FPCケーブル上でタッチパネルの端子が半田付けされているので、そのポイントからの導通を確認します。
電解コンデンサーの固定シリコンのシールの下にタッチパネルの配線があります。
R38とR39の2線の配線はプルダウンされております。
いづれもVIAを介してICに直に入力されております。
基板上のチップ部品は、いづれも問題ありません。
タッチパネル上をタッチペン押し込むと、配線間の抵抗値が変化しますので、タッチパネルから入力信号は問題なさそうです。
チップ部品の半田付け部とQFP ICの該当の足も半田を溶かしなおししてみました。
当初は、電解コンデンサーを固定していたシリコンのシールが、チップ抵抗部品を壊していたのかもと思ったのですが、配線および回路にも問題ありません。
これらの信号が直にICに印加され制御処理されております。
IC内の処理系の不具合では、仕様書もない状況では修理が難しいです。
これ以上の解析もできませんので、依頼者と相談し基板の移植にて対応をすることになりました。
幸運なことに、ちょうどUSB給電基板の実装検査用の同じすみっコパッドがあるので、そのすみっコパッドから基板のみを移植します。
因みに、USB給電基板の実装検査には、タッチ操作する必要がなく、USBから給電起動さえすればよいです。
筐体のデートコードを確認すると、製造時期は、2ヶ月しか差がないので、そのまま移植できそうです。
基板のリビジョンも同じですね。
ただ、残念ながら、それまで撮影していた写真や集めたデータは移動できませんので、初期化が前提となります。では、ささっと組み立てて動作確認します。

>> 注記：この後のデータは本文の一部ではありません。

def quartic_peak(D, E, P, Q) -> float:
    """All real candidates: roots in z = exp(i phi) of z^2 p'(phi), on the unit circle or near."""
    c2, c1 = (D - 1j * E), (P - 1j * Q)
    roots = np.roots([c2, c1, 0.0, -np.conj(c1), -np.conj(c2)]) if abs(c2) else np.array([])
    # Double roots leave the circle by the root of round-off; a phase too many does no harm.
    angles = np.concatenate([np.angle(roots), [np.arctan2(Q, P)]])
    return float(np.max(D * np.cos(2 * angles) + E * np.sin(2 * angles)
                        + 2 * (P * np.cos(angles) + Q * np.sin(angles))))  # fmt: skip


@pytest.mark.parametrize("kind", ["any", "spread", "cusp", "circular", "symmetric"])
def test_all_candidates_of_the_quartic(kind: str) -> None:
    rng = np.random.default_rng(7)
    D, E, P, Q = rng.normal(size=(4, 300))
    if kind == "spread":
        D, E, P, Q = (v * 10.0 ** rng.uniform(-12, 0, 300) for v in (D, E, P, Q))
    elif kind == "cusp":  # two maxima merge where the linear term is twice the other, across it
        D, E = np.abs(D), 0.0 * E
        Q = 2.0 * D * (1.0 + 10.0 ** rng.uniform(-16, -1, 300) * rng.choice([-1, 1], 300))
        P = D * 10.0 ** rng.uniform(-18, -1, 300)
    elif kind == "circular":
        D, E = D * 1e-14, E * 1e-14
    elif kind == "symmetric":
        P, E = 0.0 * P, 0.0 * E
    terms = np.abs(D) + np.abs(E) + np.abs(P) + np.abs(Q)
    height, phase = highest(D, E, P, Q, terms)
    expected = np.array([quartic_peak(*row) for row in zip(D, E, P, Q, strict=True)])
    assert np.abs(height - expected).max() <= 1e-13
    t = np.radians(phase)
    back = D * np.cos(2 * t) + E * np.sin(2 * t) + 2 * (P * np.cos(t) + Q * np.sin(t))
    assert np.abs(height - back).max() <= 1e-13


@pytest.mark.parametrize(
    ("f", "mean", "value", "phase"),
    [
        ([0, 0], None, 0.0, 0.0),
        ([0, 0], [0, 0], 0.0, 0.0),
        ([0, 0], [3, 4], 5.0, 0.0),  # the mean alone
        ([1, 1j], None, 1.0, 0.0),  # circular: all the time
        ([1, 1j], [0, 0], 1.0, 0.0),
        ([1, 1j], [0, 2], 3.0, 270.0),  # circular, the mean tells
        ([2, 0], [0, 0], 2.0, 0.0),  # twice, as without a mean
        ([2j, 0], [0, 0], 2.0, 90.0),
        ([2j, 0], None, 2.0, 90.0),
        ([-2, 0], None, 2.0, 0.0),  # at 0 and 180: the first
        ([-2, 0], [0.5, 0], 2.5, 180.0),
        ([2, 0], [0, 1], 5**0.5, 0.0),  # mean across the line: at 0 and 180
        ([2, 1j], [0, 1], (16 / 3) ** 0.5, 199.471221),  # sin phi = -1/3: there and at 340.53
        ([2, 1j], [0, 3], 4.0, 270.0),  # the cusp: two maxima just merged
        ([3 + 4j], [-1], 6.0, 180 - 53.130102),  # a scalar's magnitude, against the mean
    ],
)
def test_degenerate_cases(f, mean, value, phase) -> None:
    peak = largest_magnitude([f], None if mean is None else [mean])
    assert peak.value[0] == pytest.approx(value, rel=1e-15)
    assert peak.phase[0] == pytest.approx(phase, abs=1e-6)


@pytest.mark.parametrize("steady", [None, 0.0, 1e-17])
def test_circular_to_round_off_is_circular(steady) -> None:
    """Then the value lasts all the time, and the phase is 0, not that of the round-off."""
    angles = np.random.default_rng(2).uniform(0.0, 6.0, 200)
    plane = np.linalg.qr(np.random.default_rng(3).normal(size=(3, 3)))[0][:2]
    f = 0.1 * np.exp(1j * angles)[:, None] * (plane[0] + 1j * plane[1])
    peak = largest_magnitude(f, None if steady is None else np.full((200, 3), steady))
    assert peak.value == pytest.approx(0.1, rel=1e-14)
    assert (peak.phase == 0.0).all()


def test_a_phase_just_below_zero_is_zero() -> None:
    """A whole turn is no phase: a hot-spot table would show 360 for what is 0."""
    for f in (1.0 + 1e-18j, 1.0 + 1e-15j):
        assert largest_value([[f]]).phase[0] == 0.0
        assert largest_magnitude([[f, 0.0]]).phase[0] == 0.0
        assert largest_magnitude([[f, 0.0]], [[1.0, 0.0]]).phase[0] == 0.0


def test_two_local_maxima() -> None:
    """Of two maxima that the quartic gives, the higher."""
    f, mean = np.array([[1.0, 0.7j]]), np.array([[0.02, -0.45]])
    degrees = np.arange(360.0)
    values = np.array([measured(f, d, mean, np.eye(2))[0] for d in degrees])
    tops = degrees[(values > np.roll(values, 1)) & (values > np.roll(values, -1))]
    assert len(tops) == 2
    heights = values[tops.astype(int)]
    assert np.ptp(heights) > 0.01
    assert largest_magnitude(f, mean).phase[0] == pytest.approx(tops[heights.argmax()], abs=0.5)


def test_the_phase_without_the_mean_underestimates() -> None:
    """By more than the 17 % that is commonly seen, and by 1 - 1/sqrt(2) = 29.3 % at the most.

    The better of both phases of the ellipse's long axis gives at least ``m^2 + A^2`` squared, the
    peak is at most ``(m + A)^2``.
    """
    f, mean = random_fields(20_000, 3, seed=3)
    mean /= np.linalg.norm(mean, axis=1)[:, None]
    f, mean = np.vstack([f, [[1.0 + 1e-9, 1.0j, 0.0]]]), np.vstack([mean, [[0.0, 1.0, 0.0]]])
    alone = largest_magnitude(f).phase
    there = np.maximum(*(measured(f, alone + turn, mean, np.eye(3)) for turn in (0.0, 180.0)))
    missed = 1.0 - there / largest_magnitude(f, mean).value
    assert 0.17 < missed[:-1].max() < 1.0 - 0.5**0.5
    assert missed[-1] == pytest.approx(1.0 - 0.5**0.5, abs=1e-8)
    assert missed.min() > -ROUND_OFF


@given(fields(components=(3,)), st.integers(0, 1000))
def test_the_magnitude_turns_with_the_body(case, seed) -> None:
    f, mean = case
    Q = np.linalg.qr(np.random.default_rng(seed).normal(size=(3, 3)))[0]
    peak = largest_magnitude(f, mean)
    turned = largest_magnitude(f @ Q.T, None if mean is None else mean @ Q.T)
    assert (np.abs(turned.value - peak.value) <= ROUND_OFF * magnitude_of(f, mean)).all()


@given(fields(components=(6,)), st.integers(0, 1000))
def test_stress_measures_turn_with_the_body(case, seed) -> None:
    f, mean = case
    Q = np.linalg.qr(np.random.default_rng(seed).normal(size=(3, 3)))[0]
    A = quantity("symmetric tensor", 6).matrix(Q)
    turned = f @ A.T, None if mean is None else mean @ A.T
    scale = magnitude_of(f, mean)
    before, after = largest_von_mises(f, mean), largest_von_mises(*turned)
    assert (np.abs(before.value**2 - after.value**2) <= 1e-13 * scale**2).all()
    before, after = largest_principal(f, mean), largest_principal(*turned)
    assert (np.abs(before.value - after.value) <= 1e-6 * scale).all()


def test_von_mises_is_that_of_the_derived_field() -> None:
    f, mean = random_fields(50, 6)
    for q in (quantity("symmetric tensor", 6), quantity("symmetric tensor", 4)):
        g, m = f[:, : q.size], mean[:, : q.size]
        peak = largest_von_mises(g, m, q.spread)
        there = von_mises(q, instant(g, peak.phase, m))[:, 0]
        assert there == pytest.approx(peak.value, rel=1e-13)
    assert STRESS.tolist() == quantity("symmetric tensor", 6).spread.tolist()


def test_von_mises_of_a_hydrostatic_state_is_zero() -> None:
    """A pressure of 1e8 leaves the digits of a small shear."""
    pressure = np.array([[1e8 / 3, 1e8 / 3, 1e8 / 3, 0.0, 0.0, 0.0]])
    assert largest_von_mises(pressure * np.exp(0.3j), pressure).value[0] == 0.0
    shear = np.array([[0.0, 0.0, 0.0, 1e-3, 0.0, 0.0]])
    assert largest_von_mises(pressure * 1j + shear, pressure).value[0] == pytest.approx(
        3**0.5 * 1e-3, rel=1e-14
    )


def test_scalars() -> None:
    """With exp(+i omega t) an amplitude exp(i alpha) peaks at phase -alpha."""
    f, mean = random_fields(100, 1)
    largest, smallest = largest_value(f, mean), smallest_value(f, mean)
    assert instant(f, largest.phase, mean)[:, 0] == pytest.approx(largest.value)
    assert instant(f, smallest.phase, mean)[:, 0] == pytest.approx(smallest.value)
    assert largest.value - smallest.value == pytest.approx(2.0 * np.abs(f[:, 0]))
    either = np.maximum(np.abs(largest.value), np.abs(smallest.value))
    assert largest_magnitude(f, mean).value == pytest.approx(either)
    assert largest_value([[np.exp(0.5j)]]).phase[0] == pytest.approx(360.0 - np.degrees(0.5))
    assert smallest_value([[0.0j]]).phase[0] == 0.0


def test_standing_waves_peak_at_phase_zero() -> None:
    f, mean = random_fields(20, 3)
    peak = largest_magnitude(standing(f))
    assert peak.value == pytest.approx(np.linalg.norm(f.real, axis=1), rel=1e-15)
    assert (peak.phase == 0.0).all()
    with_mean = largest_magnitude(standing(f), mean)
    both = [np.linalg.norm(mean + sign * f.real, axis=1) for sign in (1.0, -1.0)]
    assert with_mean.value == pytest.approx(np.maximum(*both))


# --- the cycle and the copies -----------------------------------------------------------------


def test_the_mean_square_over_the_cycle() -> None:
    """mm + (aa + bb)/2: the amplitude's energy is twice the mean of the alternating field's."""
    f, mean = random_fields(20, 3)
    squares = [(instant(f, 60.0 * k, mean) ** 2).sum(axis=1) for k in range(6)]
    expected = (mean**2).sum(axis=1) + 0.5 * (np.abs(f) ** 2).sum(axis=1)
    assert np.mean(squares, axis=0) == pytest.approx(expected)


@pytest.mark.parametrize(("N", "h"), [(7, 0), (7, 2), (8, 3), (8, 4), (3, 1)])
def test_energy_over_the_copies(N: int, h: int) -> None:
    """N times the sector's for real chi, N/2 times that of the amplitude for 0 < h < N/2."""
    f, _ = random_fields(20, 3)
    chi = np.exp(2j * np.pi * h * np.arange(N) / N)
    over_copies = sum((instant(f * x, 25.0) ** 2).sum(axis=1) for x in chi)
    if h in (0, N / 2):
        assert over_copies == pytest.approx(N * (instant(f, 25.0) ** 2).sum(axis=1))
    else:
        assert over_copies == pytest.approx(N / 2 * (np.abs(f) ** 2).sum(axis=1))


def test_travelling_waves_peak_alike_on_all_copies_standing_waves_do_not() -> None:
    f, mean = random_fields(30, 3)
    chi = np.exp(2j * np.pi * 2 * np.arange(7) / 7)
    travelling = np.array([largest_magnitude(f * x).value for x in chi])
    with_mean = np.array([largest_magnitude(f * x, mean).value for x in chi])
    stands = np.array([largest_magnitude(standing(f * x)).value for x in chi])
    assert np.ptp(travelling, axis=0).max() < 1e-13
    # The mean follows the group, so its turned components are the same on all copies.
    assert (np.ptp(with_mean, axis=0) / with_mean[0]).max() < 1e-13
    assert np.ptp(stands, axis=0).min() > 0.01


# --- principal stresses -----------------------------------------------------------------------


@settings(max_examples=60)
@given(fields(components=(6,)), PHASES)
def test_principal_stress_is_nowhere_higher_than_stated(case, phase) -> None:
    f, mean = case
    q = quantity("symmetric tensor", 6)
    peak, low = largest_principal(f, mean), smallest_principal(f, mean)
    norm = largest_quadratic(f, mean, np.diag([1.0, 1, 1, 2, 2, 2])).value
    limit = ROUND_OFF * magnitude_of(f, mean)
    for found, column, sign in ((peak, 0, 1.0), (low, 2, -1.0)):
        there = principal_values(q, instant(f, found.phase, mean))[:, column]
        assert (np.abs(there - found.value) <= limit).all()
        now = principal_values(q, instant(f, phase, mean))[:, column]
        assert (sign * (now - found.value) <= 1e-6 * norm + limit).all()
        assert ((found.phase >= 0.0) & (found.phase < 360.0)).all()


@pytest.mark.parametrize("steady", [False, True])
def test_principal_stress_by_brute_force(steady: bool) -> None:
    """3,600 phases: they miss half the swing's norm times a half step squared at the most."""
    f, mean = random_fields(300, 6, seed=5)
    mean = mean if steady else None
    q = quantity("symmetric tensor", 6)
    scan = np.array([principal_values(q, instant(f, k / 10.0, mean)) for k in range(3600)])
    norm = largest_quadratic(f, mean, np.diag([1.0, 1, 1, 2, 2, 2])).value
    missed_by_scan = 0.5 * norm * (np.pi / 3600) ** 2
    high, low = largest_principal(f, mean), smallest_principal(f, mean)
    for short in (high.value - scan[:, :, 0].max(axis=0), scan[:, :, 2].min(axis=0) - low.value):
        assert (short >= -1e-6 * norm).all()
        assert (short <= missed_by_scan + ROUND_OFF * norm).all()
        assert np.median(short / norm) > 0.0  # the refinement is better than the scan


def test_a_coarser_tolerance_holds_too() -> None:
    f, mean = random_fields(500, 6, seed=8)
    norm = largest_quadratic(f, mean, np.diag([1.0, 1, 1, 2, 2, 2])).value
    fine = largest_principal(f, mean, tolerance=1e-7).value
    for tolerance in (1e-2, 1e-4, 1e-6):
        coarse = largest_principal(f, mean, tolerance).value
        assert (fine - coarse <= tolerance * norm).all()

今回は、基板の移植交換となってしまいましたが、またこれからもいっぱい遊んでもらえると思います。
迅速で丁寧なご対応に心より感謝申し上げます。
修理していただいたすみっコパッドを子どもに渡したところ、とても喜んで夢中になって遊んでおります。
おかげさまで、大切なおもちゃをこれからも大事に使い続けることができます。
また何かお世話になることがございましたら、ぜひよろしくお願いいたします。
本当にありがとうございました。